───── Provided material ─────
"""Lines: shear, stirrups, the shift rule."""

from __future__ import annotations

import math
from dataclasses import dataclass

from calcpack.clauses.en1992.design import Design
from calcpack.clauses.en1992.national import STANDARD
from calcpack.clauses.en1992.shear import ARM
from calcpack.clauses.en1992.write_bending import FaceLines, SizeLines
from calcpack.clauses.en1992.write_materials import StrengthLines, millimetres
from calcpack.sheet import (
    PI,
    Expression,
    Line,
    Sheet,
    greatest,
    in_unit,
    least,
    measured,
    number,
    number_in,
    quantity,
    show,
    sqrt,
)
from calcpack.sheet.evaluation import holds


@dataclass(frozen=True)
class ShearLines:
    """Lines that later ones draw on."""

    arm: Line
    cot: Line
    shift: Line
    area: Line  # A_sw
    spacing: Line


def write_shear(
    sheet: Sheet,
    design: Design,
    strength: StrengthLines,
    size: SizeLines,
    longitudinal: FaceLines,
    effective: Line,
    origin: str,
) -> tuple[ShearLines, list[tuple[str, Line]]]:
    """Shear where the stirrups stand closest, and the struts where the shear is largest.

    Parameters
    ----------
    design : Design
    longitudinal : FaceLines
        Tension bars where the shear is checked.
    effective : Line
        The least effective depth.
    origin : str
        "chosen", or the place in the job.

    Returns
    -------
    lines, list of (name, requirement)

    Source: EN 1992-1-1:2004, 6.2.1 to 6.2.3.
    """
    shear, case = design.shear, design.case
    national = case.national
    place, largest = shear.places[shear.governing], shear.places[shear.largest]
    support, other = case.supports[place.support], case.supports[largest.support]
    face = sheet.take(
        "V_Ed,f",
        largest.v_face,
        "kN",
        f"Largest shear at a face of a support, {other.words}, {largest.side}",
        "analysis, envelope",
        given=False,
        word="design shear at the face",
    )
    where = f"at the face, {place.why}" if place.why else "at d from the face"
    at = sheet.take(
        "V_Ed",
        place.v_at,
        "kN",
        f"Shear where the stirrups stand closest: {support.words}, {place.side}, {where}",
        "analysis, envelope",
        "6.2.1(8)",
        given=False,
    )
    _concrete(sheet, design, strength, size, longitudinal, effective, at)
    area, spacing = _stirrups(sheet, design, origin)
    z = sheet.hence("z", number(ARM) * effective, "mm", "Lever arm in shear", "6.2.3(1)")
    nu = sheet.hence(
        "nu_1",
        number(national["nu"]) * (1 - strength.fck / quantity(250, "MPa")),
        "1",
        "Strength factor of the struts",
        "6.2.2(6) (6.6N)",
    )
    struts: Expression = size.width * z * nu * strength.fcd
    if national["alpha_cw"] != 1:
        struts = number(national["alpha_cw"]) * struts
    cot = _cot(sheet, design, strength, size, area, spacing, nu)
    ties = sheet.hence(
        "V_Rd,s",
        area / spacing * z * strength.fyd * cot,
        "kN",
        "Shear the stirrups carry",
        "6.2.3(3) (6.8)",
    )
    most = sheet.hence("V_Rd,max", struts / (cot + 1 / cot), "kN", "Shear the struts carry", "6.2.3(3) (6.9)")
    checks = [
        ("shear, stirrups", sheet.require(at <= ties, "Stirrups", f"{STANDARD}, 6.2.3(3)")),
        ("shear, struts", sheet.require(face <= most, "Struts", f"{STANDARD}, 6.2.1(8), 6.2.3(3)")),
    ]
    shift = sheet.hence(
        "a_l",
        z * cot / 2,
        "mm",
        "Shift of the moments, and of the force in the bars",
        "9.2.1.3(2) (9.2)",
        word="shift of the moments",
    )
    return ShearLines(z, cot, shift, area, spacing), checks


def _concrete(
    sheet: Sheet,
    design: Design,
    strength: StrengthLines,
    size: SizeLines,
    longitudinal: FaceLines,
    effective: Line,
    at: Line,
) -> None:
    national, cite = design.case.national, "6.2.2(1)"
    k = sheet.hence("k", least(1 + sqrt(quantity(200, "mm") / effective), 2), "1", "Size factor", cite)
    rho = sheet.hence(
        "rho_l",
        least(longitudinal.area / (size.width * effective), number("0.02")),
        "1",
        "Ratio of the bars in tension there",
        cite,
    )
    strength_ = number_in(strength.fck, "MPa")
    term = number(national["c_Rd"]) / strength.gamma_c * k * (100 * rho * strength_) ** (number(1) / 3)
    floor = number(national["v_min"]) * k ** number("1.5") * sqrt(strength_)
    carried = sheet.hence(
        "V_Rd,c",
        in_unit(greatest(term, floor), "MPa") * size.width * effective,
        "kN",
        "Shear the concrete carries without stirrups (strengths in MPa)",
        f"{cite} (6.2a, 6.2b, 6.3N)",
    )
    needs = at.value > carried.value
    sheet.text(
        [
            "Stirrups by calculation are " if needs else "The least stirrups are ",
            "needed, " if needs else "enough, ",
            at.math,
            " ",
            {"math": ">" if needs else r"\le"},
            " ",
            carried.math,
            " (6.2.1(3))." if needs else " (6.2.1(4)); what the truss carries is stated all the same.",
        ],
        role="note",
    )


def _stirrups(sheet: Sheet, design: Design, origin: str) -> tuple[Line, Line]:
    stirrups = design.shear.stirrups
    legs = number(stirrups.legs)
    bar = next(line for line in sheet.lines.values() if line.symbol == "phi_w")
    circle = holds("eq", stirrups.bar.area, math.pi * stirrups.bar.diameter**2 / 4)
    area = sheet.hence(
        "A_sw",
        legs * PI * bar**2 / 4 if circle else legs * measured(stirrups.bar.area * 1e6, "mm^2"),
        "mm^2",
        f"Area of a stirrup's {stirrups.legs} legs",
        "geometry" if circle else stirrups.bar.source,
        word="shear reinforcement within one spacing",
    )
    spacing = sheet.take(
        "s_w",
        millimetres(min(design.shear.spacings)),
        "mm",
        "Closest spacing along the beam",
        origin,
        word="spacing of stirrups",
    )
    return area, spacing


def _cot(
    sheet: Sheet,
    design: Design,
    strength: StrengthLines,
    size: SizeLines,
    area: Line,
    spacing: Line,
    nu: Line,
) -> Line:
    case, national = design.case, design.case.national
    cite, word = "6.2.3(2) (6.7N)", "cotangent of the strut angle"
    if case.given.cot:
        origin = f"beam {sheet.mark} design.cot_theta"
        return sheet.take("cot theta", case.given.cot, "1", "Strut angle", origin, cite, word=word)
    force: Expression = size.width * spacing * nu * strength.fcd
    if national["alpha_cw"] != 1:
        force = number(national["alpha_cw"]) * force
    inside = force / (area * strength.fyd) - 1
    low, high = number(national["cot_theta_min"]), number(national["cot_theta_max"])
    # below the square root nothing is negative unless the stirrups outdo the struts
    outdone = (
        strength.fcd.value * nu.value * size.width.value * spacing.value < area.value * strength.fyd.value
    )
    best = sqrt(greatest(inside, 0)) if outdone else sqrt(inside)
    return sheet.hence(
        "cot theta",
        least(greatest(best, low), high),
        "1",
        "Best strut angle: stirrups and struts give out together, within the limits",
        cite,
        word=word,
    )


def write_along(sheet: Sheet, design: Design) -> list[tuple[str, Line]]:
    """Shear against the stirrups, and the shifted moments against the bars, wherever that is closest.

    Parameters
    ----------
    sheet : Sheet
    design : Design
        Places in m, shear in kN, moments in kNm.

    Source: EN 1992-1-1:2004, 6.2.3 and 9.2.1.3.
    """
    at, force, carried = design.shear.along
    worst = design.along
    system = sheet.system
    shear = sheet.require(
        measured(force, "kN") <= measured(carried, "kN"),
        f"Shear along the beam, closest at {show(at, 'm', system)}",
        f"{STANDARD}, 6.2.3(3)",
    )
    moment = sheet.require(
        measured(worst.moment, "kN*m") <= measured(worst.resistance, "kN*m"),
        f"{'Hogging' if worst.hogging else 'Sagging'} moments along the beam, shifted, closest at "
        f"{show(worst.at, 'm', system)}",
        f"{STANDARD}, 9.2.1.3",
    )
    return [("shear along the beam", shear), ("moments along the beam", moment)]


def write_stirrup_limits(
    sheet: Sheet, design: Design, strength: StrengthLines, size: SizeLines, lines: ShearLines, effective: Line
) -> list[tuple[str, Line]]:
    """Least stirrups, widest spacing along and across.

    Parameters
    ----------
    sheet : Sheet
    design : Design
    strength : StrengthLines [MPa]
    size : SizeLines [mm]
    lines : ShearLines [mm, mm2]
    effective : Line [mm]
        The least effective depth.

    Source: EN 1992-1-1:2004, 9.2.2(5), (6), (8).
    """
    shear, national = design.shear, design.case.national
    widest = max(zone.spacing for zone in shear.zones)
    wide = sheet.take(
        "s_w,max",
        millimetres(widest),
        "mm",
        "Widest spacing along the beam",
        "zones above",
        word="widest spacing of stirrups",
    )
    ratio = sheet.hence(
        "rho_w,min",
        in_unit(number(national["rho_w_min"]) * sqrt(number_in(strength.fck, "MPa")), "MPa") / strength.fyk,
        "1",
        "Least ratio of stirrups (strengths in MPa)",
        "9.2.2(5) (9.5N)",
        word="least ratio of stirrups",
    )
    found = [
        (
            "least stirrups",
            sheet.require(
                ratio <= lines.area / (wide * size.width), "Least stirrups", f"{STANDARD}, 9.2.2(5) (9.4)"
            ),
        ),
        (
            "stirrup spacing",
            sheet.require(
                wide <= number(national["s_l_max"]) * effective,
                "Spacing along the beam",
                f"{STANDARD}, 9.2.2(6) (9.6N)",
            ),
        ),
        (
            "stirrup legs",
            sheet.require(
                measured(shear.legs_apart * 1e3, "mm")
                <= least(
                    number(national["s_t_max"]) * effective, measured(millimetres(national["s_t_most"]), "mm")
                ),
                "Legs across the web",
                f"{STANDARD}, 9.2.2(8) (9.8N)",
            ),
        ),
    ]
    held = [
        face.compression.bar.diameter
        for face in (design.bottom, design.top)
        if face and face.doubly and face.compression
    ]
    if held:
        line = sheet.require(
            wide <= 15 * measured(millimetres(min(held)), "mm"),
            "Compression bars held by the stirrups",
            f"{STANDARD}, 9.2.1.2(3)",
        )
        found.append(("stirrups about compression bars", line))
    return found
─────
What the task asks: Give back, exactly and with nothing added, the lines from the line containing "ratio <= lines.area" through the final line of the records above, both of them included.

Output below:
                ratio <= lines.area / (wide * size.width), "Least stirrups", f"{STANDARD}, 9.2.2(5) (9.4)"
            ),
        ),
        (
            "stirrup spacing",
            sheet.require(
                wide <= number(national["s_l_max"]) * effective,
                "Spacing along the beam",
                f"{STANDARD}, 9.2.2(6) (9.6N)",
            ),
        ),
        (
            "stirrup legs",
            sheet.require(
                measured(shear.legs_apart * 1e3, "mm")
                <= least(
                    number(national["s_t_max"]) * effective, measured(millimetres(national["s_t_most"]), "mm")
                ),
                "Legs across the web",
                f"{STANDARD}, 9.2.2(8) (9.8N)",
            ),
        ),
    ]
    held = [
        face.compression.bar.diameter
        for face in (design.bottom, design.top)
        if face and face.doubly and face.compression
    ]
    if held:
        line = sheet.require(
            wide <= 15 * measured(millimetres(min(held)), "mm"),
            "Compression bars held by the stirrups",
            f"{STANDARD}, 9.2.1.2(3)",
        )
        found.append(("stirrups about compression bars", line))
    return found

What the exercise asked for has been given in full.